Juarez spent nearly two years in a Florida sanatorium, isolated from friends and family, undergoing a risky treatment of chemotherapy and other drugs, as Margie Mason reported for The Associated Press in 2009. Mason was a Nieman Fellow in global health reporting; her Nieman reporting project on global drug resistance led her to discover the case that the public had been unaware of until then. Juarez walked out of the hospital alive, but experts like Dr. David Ashkin, medical executive director of the State TB Hospital in Florida, told Mason, “He is really the future. These are the ones that we fear because I’m not sure how we treat them.” XDR tuberculosis killed 52 of the first 53 people diagnosed with it in South Africa a few years ago.

It is examples such as this one—or the rapid spread of the highly infectious SARS virus in 2003 from Hongkong to Taiwan to the U.S. and Canada—that illustrate how health challenges threaten not just the poor but everyone, everywhere.

Global health matters because in our co-dependent economies, with shared resources and a shared biology, our lives have never been more intimately intertwined. In fact, if a disease agent such as the one that caused the 1917/18 influenza pandemic would hit the world today, there would be no food deliveries within a few days, no medical drugs (most of which are imported), and almost no nation would be able to come to another’s rescue as they would all be responding to the emergency at the same time.

Health Takes Center Stage

As smart phones have taken hold in the developing world, virtual conversations are everywhere, connecting people through their shared interests rather than their economic circumstances. The Internet, social media and increased travel all create an awareness of the stark disparities that exist in the world, and with that bring, especially to a younger generation, a renewed desire to do the right thing, to make a difference in the world.

The Harvard physician and historian of science Jeremy Greene says that in recent years, “Global health has become a visible and apparently universal good for our times, a moral imperative that has captured the imaginations of many around the world—albeit often to quite different ends.” As a result, there is a striking mix of players in the field today. Health ministers, evangelical missionaries, human rights advocates, military generals, teenage social entrepreneurs, neo-liberal and progressive economists, medical anthropologists, epidemiologists, WHO bureaucrats, and pop and movie stars all find common ground in global health.
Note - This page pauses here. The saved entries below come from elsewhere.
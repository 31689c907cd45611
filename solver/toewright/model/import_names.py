"""Names of points in foreign tables, and which of ours they are."""

from __future__ import annotations

import csv
import difflib
import re
import shlex
import tomllib
from collections.abc import Mapping, Sequence
from dataclasses import dataclass
from pathlib import Path

from toewright.model.axle import POINT_NAMES, Kind, Side
from toewright.model.errors import InputError
from toewright.model.files import read_text

OUR_NAMES = tuple(dict.fromkeys(name for names in POINT_NAMES.values() for name in names))
"""Every point name of ours."""

_SIDE_WORDS: Mapping[str, Side] = {
    "left": "left", "lh": "left", "lhs": "left",
    "right": "right", "rh": "right", "rhs": "right",
}  # fmt: skip

CLOSE = 0.6
"""Likeness of two names above which one is offered as a suggestion, never taken."""


def _words(name: str) -> frozenset[str]:
    """A name as its words: any order, any case and any separators; ``center`` is ``centre``."""
    spaced = re.sub(r"(?<=[a-z])(?=[A-Z])", " ", name)
    return frozenset(re.sub(r"[^a-z0-9]+", " ", spaced.lower()).replace("center", "centre").split())


_OURS = {_words(name): name for name in OUR_NAMES}


def parse_names(entries: Sequence[str]) -> dict[str, str]:
    """A name map, theirs to ours, from ``theirs=ours`` entries and from files of such pairs.

    A file is .csv (columns theirs, ours) or .toml (``"theirs" = "ours"``).

    Raises:
        InputError: if an entry is no pair, ours is no point name, or two entries name the same point.
    """
    found: dict[str, str] = {}
    for entry in entries:
        if Path(entry).suffix.lower() in (".csv", ".toml") and "=" not in entry:
            pairs = _pairs_of_file(Path(entry))
        else:
            theirs, separator, ours = (part.strip() for part in entry.partition("="))
            if not separator or not theirs or not ours:
                raise InputError(f"--names {entry}: is no pair; write theirs=ours, or a .csv or .toml file of pairs")
            pairs = [(theirs, ours)]
        for theirs, ours in pairs:
            if ours not in OUR_NAMES:
                close = difflib.get_close_matches(ours, OUR_NAMES, n=1, cutoff=CLOSE)
                hint = f"did you mean {close[0]!r}?" if close else f"ours are {', '.join(OUR_NAMES)}"
                if theirs in OUR_NAMES:
                    hint = f"write theirs first: {ours}={theirs}"
                raise InputError(f"--names {entry}: {ours!r} is none of our points; {hint}")
            if found.get(theirs, ours) != ours or ours in (o for t, o in found.items() if t != theirs):
                raise InputError(f"--names {entry}: {theirs} or {ours} is in two pairs; leave one")
            found[theirs] = ours
    return found


def _pairs_of_file(path: Path) -> list[tuple[str, str]]:
    text = read_text(path)
    if path.suffix.lower() == ".toml":
        try:
            table = tomllib.loads(text)
        except ValueError as error:
            raise InputError(f'{path}: is not TOML ({error}); write lines such as "theirs" = "ours"') from error
        for key, value in table.items():
            if not isinstance(value, str):
                raise InputError(f'{path}: {key} = {value!r}: is no name; write "{key}" = "ours"')
        return [(key, str(value)) for key, value in table.items()]
    pairs = []
    for number, line in enumerate(text.splitlines(), start=1):
        if not line.strip() or line.lstrip().startswith("#"):
            continue
        cells = [cell.strip() for cell in next(csv.reader([line], delimiter=";" if ";" in line else ","), [])]
        if [cell.lower() for cell in cells] == ["theirs", "ours"]:
            continue
        if len(cells) != 2 or not all(cells):
            raise InputError(f"{path}: line {number} is no pair: {line[:60]!r}; write theirs,ours")
        pairs.append((cells[0], cells[1]))
    return pairs


@dataclass(frozen=True)
class Matched:
    """Which row of a table is which point.

    Attributes:
        kind: corner kind.
        rows: for each side found, our point name to row; the side is None where neither names nor options state it.
        unused: rows that are none of our points.
    """

    kind: Kind
    rows: Mapping[Side | None, Mapping[str, int]]
    unused: tuple[int, ...]


def match_names(
    labels: Sequence[str], names: Mapping[str, str], kind: str | None, side: str | None, file: str
) -> Matched:
    """Find our points among a table's names; words for the side in a name (left, LH, ...) are heeded.

    Args:
        labels: names in the table, one a row.
        names: theirs to ours; these come before any likeness.
        kind: "double-wishbone" or "strut"; None to find it.
        side: the corner that is wanted; None for all that are there.
        file: name for messages.

    Raises:
        InputError: for a name map that does not fit, missing points, a point that comes twice, names that contradict the side.
    """
    absent = [theirs for theirs in names if theirs not in labels]
    if absent:
        close = difflib.get_close_matches(absent[0], labels, n=1, cutoff=CLOSE)
        hint = f"did you mean {close[0]!r}?" if close else f"the table has {', '.join(labels)}"
        raise InputError(f"{file}: --names {absent[0]}={names[absent[0]]}: there is no such point; {hint}")
    rows: dict[Side | None, dict[str, int]] = {}
    unused = []
    for row, label in enumerate(labels):
        words = _words(label)
        sides = {_SIDE_WORDS[word] for word in words if word in _SIDE_WORDS}
        stated = next(iter(sides)) if len(sides) == 1 else None
        ours = names.get(label) or _OURS.get(words.difference(_SIDE_WORDS))
        if ours is None:
            unused.append(row)
            continue
        group = rows.setdefault(stated, {})
        if ours in group:
            raise InputError(
                f"{file}: {ours} comes from both {labels[group[ours]]!r} and {label!r}; remove one, or write the side in the names"
            )
        group[ours] = row
    rows = _share_out(rows, side, labels, file)
    chosen = _kind(kind, rows, file)
    for which, group in rows.items():
        missing = [name for name in POINT_NAMES[chosen] if name not in group]
        if missing:
            raise InputError(_missing_sentence(missing, [labels[row] for row in unused], chosen, which, file))
    wanted = {which: {name: group[name] for name in POINT_NAMES[chosen]} for which, group in rows.items()}
    taken = {row for group in wanted.values() for row in group.values()}
    return Matched(chosen, wanted, tuple(row for row in range(len(labels)) if row not in taken))


def _share_out(
    rows: dict[Side | None, dict[str, int]], side: str | None, labels: Sequence[str], file: str
) -> dict[Side | None, dict[str, int]]:
    """Points without a side go to the one side there is."""
    stated: list[Side] = [which for which in ("left", "right") if which in rows]
    bare = rows.get(None, {})
    if side is not None and stated and side not in stated:
        example = labels[next(iter(rows[stated[0]].values()))]
        raise InputError(f"{file}: --side {side}: but the names say {stated[0]} ({example!r}); correct one of them")
    if side is not None:
        stated = ["left" if side == "left" else "right"]
    if not stated:
        return {None: bare} if bare else {None: {}}
    if len(stated) > 1 and bare:
        example = labels[next(iter(bare.values()))]
        raise InputError(f"{file}: {example!r} states no side but others do; write left or right in its name")
    which = stated[0]
    if len(stated) > 1:
        return {key: rows[key] for key in stated}
    group = dict(rows.get(which, {}))
    for name, row in bare.items():
        if name in group:
            raise InputError(
                f"{file}: {name} comes from both {labels[group[name]]!r} and {labels[row]!r}; remove one of the two rows"
            )
        group[name] = row
    return {which: group}


def _kind(kind: str | None, rows: Mapping[Side | None, Mapping[str, int]], file: str) -> Kind:
    if kind is None:
        whole = [k for k, names in POINT_NAMES.items() if all(set(names) <= group.keys() for group in rows.values())]
        if len(whole) > 1:
            raise InputError(
                f"{file}: has the points of more than one corner type; give --type {' or --type '.join(whole)}"
            )
        strut_only = set(POINT_NAMES["strut"]) - set(POINT_NAMES["double-wishbone"])
        looks_strut = any(strut_only & group.keys() for group in rows.values())
        kind = whole[0] if whole else "strut" if looks_strut else "double-wishbone"
    if kind not in POINT_NAMES:
        raise InputError(f"--type {kind}: there is no such corner; write {' or '.join(POINT_NAMES)}")
    return "strut" if kind == "strut" else "double-wishbone"


def _missing_sentence(missing: Sequence[str], unknown: Sequence[str], kind: str, side: str | None, file: str) -> str:
    which = f"the {side} {kind} corner" if side else f"a {kind} corner"
    pairs = []
    for name in missing:
        close = difflib.get_close_matches(name, [u.lower() for u in unknown], n=1, cutoff=CLOSE)
        theirs = next((u for u in unknown if close and u.lower() == close[0]), None)
        if theirs is not None:
            pairs.append(f"--names {shlex.quote(f'{theirs}={name}')}")
    remedy = f"if they are these, add {' '.join(pairs)}" if pairs else "name them with --names theirs=ours"
    rest = f" (not understood: {', '.join(unknown)})" if unknown else ""
    return f"{file}: {', '.join(missing)} not found for {which}{rest}; {remedy if unknown else 'add the missing rows'}"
The many agendas that come together—from national security concerns to empathy and altruism to the promotion of economic stability to the desire to export democratic ideals, including fairness and equality—have enabled health to move from a back burner issue to center stage. Worldwide financial assistance from developed to developing nations, for example, more than tripled recently, from $7.6 billion in 2001 to $26.4 billion in 2008, with most of the increase going to health-related interventions.

Also, 30 years ago there were only three major international bodies designing international health policies and projects—WHO, the World Bank and the International Monetary Fund—as well as a few key non-governmental organizations. Today, there are thousands of Non-Governmental Organizations of all sizes plus several new big players, from the Gates Foundation to the Global Fund to Fight AIDS, Malaria and TB. To put this in perspective: The Gates Foundation’s annual global health budget recently surpassed that of WHO.

Not surprisingly, coordination is one of the biggest challenges in global health today.